Traceback (most recent call last):
  File "/home/u/OpenNMT-py/train.py", line 109, in <module>
    main(opt)
  File "/home/u/OpenNMT-py/train.py", line 39, in main
    single_main(opt, 0)
  File "/home/u/OpenNMT-py/onmt/train_single.py", line 116, in main
    valid_steps=opt.valid_steps)
  File "/home/u/OpenNMT-py/onmt/trainer.py", line 192, in train
    self._accum_batches(train_iter)):
  File "/home/u/OpenNMT-py/onmt/trainer.py", line 127, in _accum_batches
    for batch in iterator:
  File "/home/u/OpenNMT-py/onmt/inputters/inputter.py", line 588, in __iter__
    for batch in self._iter_dataset(path):
  File "/home/u/OpenNMT-py/onmt/inputters/inputter.py", line 573, in _iter_dataset
    for batch in cur_iter:
  File "/home/u/anaconda3/lib/python3.6/site-packages/torchtext/data/iterator.py", line 156, in __iter__
    yield Batch(minibatch, self.dataset, self.device)
  File "/home/u/anaconda3/lib/python3.6/site-packages/torchtext/data/batch.py", line 34, in __init__
    setattr(self, name, field.process(batch, device=device))
  File "/home/u/OpenNMT-py/onmt/inputters/text_dataset.py", line 121, in process
    base_data = self.base_field.process(batch_by_feat[0], device=device)
IndexError: list index out of range

The documentation lists many hyperparameters that are needed for the transformer, so I’m not sure which one of them may be affecting this. I did have to adjust some because my GPU setup couldn’t handle the ones in the documentation. I am also using pretrained embeddings. Here are the train params I am using:

~/OpenNMT-py/train.py
-save_model data/model
-pre_word_vecs_enc ~/data/embeddings.enc.pt
-pre_word_vecs_dec ~/data/embeddings.dec.pt
-data ~/data/data
-save_model ~/data/model
-layers 6
-rnn_size 512
-word_vec_size 512
-transformer_ff 2048
-heads 8
-encoder_type transformer
-decoder_type transformer
-position_encoding
-train_steps 200000
-max_generator_batches 2
-dropout 0.1
-batch_size 128
-batch_type tokens
-normalization tokens
-accum_count 2
-optim adam
-adam_beta2 0.998
-decay_method noam
-warmup_steps 8000
-learning_rate 2
-max_grad_norm 0
-param_init 0
-param_init_glorot
-label_smoothing 0.1
-valid_steps 10000
-save_checkpoint_steps 10000
-world_size 1
-gpu_ranks 0
-train_from ~/data/model_step_200.pt

guillaumekln · March 28, 2019, 4:33pm

Can you try a larger batch size? Note that it is expressed in number of tokens, not examples.
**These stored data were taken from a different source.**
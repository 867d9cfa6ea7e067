"""The angle of roll θ1 of the severe wind and rolling criterion, IMO 2008 IS Code (resolution
MSC.267(85)), Part A, 2.3.4, with its factors and their tables.

Units: lengths m, areas m², period s, angles deg. L, B, d, CB as 2.3.4 names them: the
waterline length, the moulded breadth, the mean moulded draught, and the block coefficient,
taken here as CB = ∇/(L·B·d) with those same L, B and d (the notation of 2.3.4; recalled from
memory of the paragraph, stated on the sheet) unless the vessel's hydrostatic table gives a
`cb` column, which is then used as the booklet gives it.
"""

from __future__ import annotations

import math
from dataclasses import dataclass
from functools import cached_property

import numpy as np

# 2.3.4, tables 2.3.4-1 to 2.3.4-4: (argument, factor); linear between entries, constant
# beyond the ends (SPEC.md).
X1_TABLE = ((2.4, 1.00), (2.5, 0.98), (2.6, 0.96), (2.7, 0.95), (2.8, 0.93), (2.9, 0.91),
            (3.0, 0.90), (3.1, 0.88), (3.2, 0.86), (3.4, 0.82), (3.5, 0.80))  # by B/d
X2_TABLE = ((0.45, 0.75), (0.50, 0.82), (0.55, 0.89), (0.60, 0.95), (0.65, 0.97),
            (0.70, 1.00))  # by CB
K_TABLE = ((0.0, 1.00), (1.0, 0.98), (1.5, 0.95), (2.0, 0.88), (2.5, 0.79), (3.0, 0.74),
           (3.5, 0.72), (4.0, 0.70))  # by Ak·100/(L·B)
S_TABLE = ((6.0, 0.100), (7.0, 0.098), (8.0, 0.093), (12.0, 0.065), (14.0, 0.053),
           (16.0, 0.044), (18.0, 0.038), (20.0, 0.035))  # by T, s
K_SHARP_BILGE = 0.7  # 2.3.4: ship having sharp bilge
K_NO_KEELS = 1.0  # 2.3.4: round-bilged ship having no bilge or bar keels

# Range of the tables (SPEC.md; IS Code 2008 Part A 2.3 and MSC.1/Circ.1200).
B_OVER_D_LIMIT = 3.5
KG_D_RANGE = (-0.3, 0.5)
ROLL_PERIOD_LIMIT_S = 20.0


def _columns(table: tuple[tuple[float, float], ...]) -> tuple[np.ndarray, np.ndarray]:
    """(arguments, factors) of a table as arrays (made once, at import)."""
    arg, val = zip(*table, strict=True)
    return np.array(arg, dtype=float), np.array(val, dtype=float)


_X1, _X2, _K, _S = (_columns(t) for t in (X1_TABLE, X2_TABLE, K_TABLE, S_TABLE))


def _table(columns: tuple[np.ndarray, np.ndarray], x: float) -> float:
    return float(np.interp(x, *columns))


def factor_x1(b_over_d: float) -> float:
    """X1 by B/d, IS Code 2008 2.3.4 table 2.3.4-1."""
    return _table(_X1, b_over_d)


def factor_x2(cb: float) -> float:
    """X2 by the block coefficient CB, IS Code 2008 2.3.4 table 2.3.4-2."""
    return _table(_X2, cb)


def factor_k(bilge: str, bilge_keel_area_m2: float, length_m: float, breadth_m: float) -> float:
    """k, IS Code 2008 2.3.4: 1.0 round bilge without bilge or bar keels, 0.7 sharp bilge,
    otherwise table 2.3.4-3 by Ak·100/(L·B), L in m (which length: Hull.k_length_m)."""
    if bilge == "sharp":
        return K_SHARP_BILGE
    if bilge_keel_area_m2 <= 0.0:
        return K_NO_KEELS
    return _table(_K, bilge_keel_area_m2 * 100.0 / (length_m * breadth_m))


def factor_s(roll_period_s: float) -> float:
    """s by the rolling period T (s), IS Code 2008 2.3.4 table 2.3.4-4."""
    return _table(_S, roll_period_s)


def factor_r(og_m: float, draft_m: float) -> float:
    """r = 0.73 + 0.6·OG/d, IS Code 2008 2.3.4; OG = KG − d."""
    return 0.73 + 0.6 * og_m / draft_m


def coefficient_c(breadth_m: float, draft_m: float, lwl_m: float) -> float:
    """C = 0.373 + 0.023·(B/d) − 0.043·(Lwl/100), IS Code 2008 2.3.4."""
    return 0.373 + 0.023 * (breadth_m / draft_m) - 0.043 * (lwl_m / 100.0)


def roll_period_s(c: float, breadth_m: float, gm_m: float) -> float:
    """T = 2·C·B/√GM (s), IS Code 2008 2.3.4; GM corrected for free surface."""
    return 2.0 * c * breadth_m / math.sqrt(gm_m)


def roll_angle_deg(k: float, x1: float, x2: float, r: float, s: float) -> float:
    """θ1 = 109·k·X1·X2·√(r·s) (deg), IS Code 2008 2.3.4."""
    return 109.0 * k * x1 * x2 * math.sqrt(r * s)


def block_coefficient(displacement_t: float, density_t_m3: float, lwl_m: float,
                      breadth_m: float, draft_m: float) -> float:
    """CB = ∇/(L·B·d), ∇ = Δ/ρ (m³); L, B, d as in 2.3.4 (see the module docstring)."""
    return displacement_t / (density_t_m3 * lwl_m * breadth_m * draft_m)


@dataclass(frozen=True)
class Hull:
    """What θ1 reads of the ship, KG-independent: moulded breadth B, mean moulded draught d,
    waterline length Lwl (m), block coefficient CB, bilge kind and bilge keel area Ak (m²),
    and the length between perpendiculars (m)."""

    breadth_m: float
    draft_m: float
    lwl_m: float
    cb: float
    bilge: str
    bilge_keel_area_m2: float
    length_bp_m: float

    @property
    def k_length_m(self) -> float:
        """L of table 2.3.4-3 (m): the greater of Lpp and Lwl. The symbols listed under 2.3.4
        define only Lwl, the table writes L (the ship's length, as the Code's definitions
        give it: recalled from memory); k falls as Ak·100/(L·B) rises, so the greater length
        gives the greater θ1, the conservative reading (stated on the sheet)."""
        return max(self.length_bp_m, self.lwl_m)

    @cached_property
    def factors(self) -> tuple[float, float, float, float, float]:
        """(B/d, C, X1, X2, k) of 2.3.4, which do not depend on KG: taken once per condition
        (a limits search evaluates θ1 at many KGs of the same hull)."""
        b_over_d = self.breadth_m / self.draft_m
        return (b_over_d, coefficient_c(self.breadth_m, self.draft_m, self.lwl_m),
                factor_x1(b_over_d), factor_x2(self.cb),
                factor_k(self.bilge, self.bilge_keel_area_m2, self.k_length_m, self.breadth_m))


@dataclass(frozen=True)
class Roll:
    """θ1 and its factors (deg, s, m); theta1 is the formula's value unless a roll angle was
    given (model tests, MSC.1/Circ.1200). None where it does not exist (GM not positive)."""

    theta1: float | None
    theta1_formula: float | None
    roll_period: float | None
    s: float | None
    c: float
    r: float
    og: float
    x1: float
    x2: float
    k: float
    b_over_d: float
    cb: float
    kg_over_d_minus_1: float
    outside: tuple[str, ...]  # where the tables' range is left
    k_length: float = 0.0  # m, L of table 2.3.4-3 (Hull.k_length_m)


def roll(h: Hull, kg_fluid_m: float, gm_fluid_m: float, given_deg: float | None) -> Roll:
    """θ1 of 2.3.4 for KG and GM corrected for free surface (m), or the given angle (deg)."""
    d = h.draft_m
    b_over_d, c, x1, x2, k = h.factors
    og = kg_fluid_m - d
    r = factor_r(og, d)
    period = s = formula = None
    if gm_fluid_m > 0.0:
        period = roll_period_s(c, h.breadth_m, gm_fluid_m)
        s = factor_s(period)
        formula = roll_angle_deg(k, x1, x2, r, s) if r * s >= 0 else None
    kg_d = kg_fluid_m / d - 1.0
    outside = []
    if b_over_d >= B_OVER_D_LIMIT:
        outside.append(f"B/d = {b_over_d:.2f} is not below {B_OVER_D_LIMIT:g}")
    if not KG_D_RANGE[0] <= kg_d <= KG_D_RANGE[1]:
        outside.append(f"KG/d − 1 = {kg_d:.3f} is outside {KG_D_RANGE[0]:g} to "
                       f"{KG_D_RANGE[1]:g}")
    if period is not None and period >= ROLL_PERIOD_LIMIT_S:
        outside.append(f"the roll period T = {period:.1f} s is not below "
                       f"{ROLL_PERIOD_LIMIT_S:g} s")
    theta1 = given_deg if given_deg is not None else formula
    return Roll(theta1, formula, period, s, c, r, og, x1, x2, k, b_over_d, h.cb, kg_d,
                tuple(outside), h.k_length_m)
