"""The criteria sets, as data: id -> the module that holds its checks, and what the set needs.

This is the one list of sets. The input models check set ids against it without importing the
criteria themselves (no import cycle); reportgen.criteria.core.run imports the modules.
`needs` names the intermediate quantities a set reads (the pipeline computes only those).
"""

from __future__ import annotations

from typing import NamedTuple


class SetInfo(NamedTuple):
    module: str  # module with `checks(state) -> list[Check]`
    title: str  # what the set is, with its source
    needs: frozenset[str] = frozenset()  # quantities beyond the GZ curve: "weather", ...


SETS: dict[str, SetInfo] = {
    "is2008.general": SetInfo(
        "reportgen.criteria.general",
        "IMO 2008 IS Code (MSC.267(85)), Part A, 2.2: criteria regarding righting lever "
        "curve properties"),
    "is2008.weather": SetInfo(
        "reportgen.criteria.weather",
        "IMO 2008 IS Code (MSC.267(85)), Part A, 2.3: severe wind and rolling criterion",
        frozenset({"weather"})),
    "is2008.timber": SetInfo(
        "reportgen.criteria.timber",
        "IMO 2008 IS Code (MSC.267(85)), Part A, 3.3: cargo ships carrying timber deck cargoes"),
    "is2008.passenger": SetInfo(
        "reportgen.criteria.passenger",
        "IMO 2008 IS Code (MSC.267(85)), Part A, 3.1: passenger ships (crowding of passengers "
        "to one side, turning)",
        frozenset({"passengers"})),
    "grain.2008": SetInfo(
        "reportgen.criteria.grain",
        "International Grain Code (MSC.23(59)), A 7: intact stability of ships carrying grain "
        "in bulk, with the grain assumed to shift"),
    "booklet.limits": SetInfo(
        "reportgen.criteria.booklet",
        "The approved stability booklet's limiting KG (or minimum GM) curve, as the vessel "
        "file gives it",
        frozenset({"booklet"})),
}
nplus · March 28, 2019, 6:45pm

Thanks for the response. I can try a larger batch size - I reduced it because the GPU I am working with has 8GB memory, and while the model would fit comfortably into the GPU’s memory during training, the process was erroring out during validation at 10000 steps when it tried to allocate an additional 3GB of memory.

Can you think of a way to not have it allocate so much memory during the validation step, or do you think I need to invest in a GPU with more than 8GB memory capacity?

guillaumekln · March 28, 2019, 7:43pm

Check for sentences that are too long in your validation data.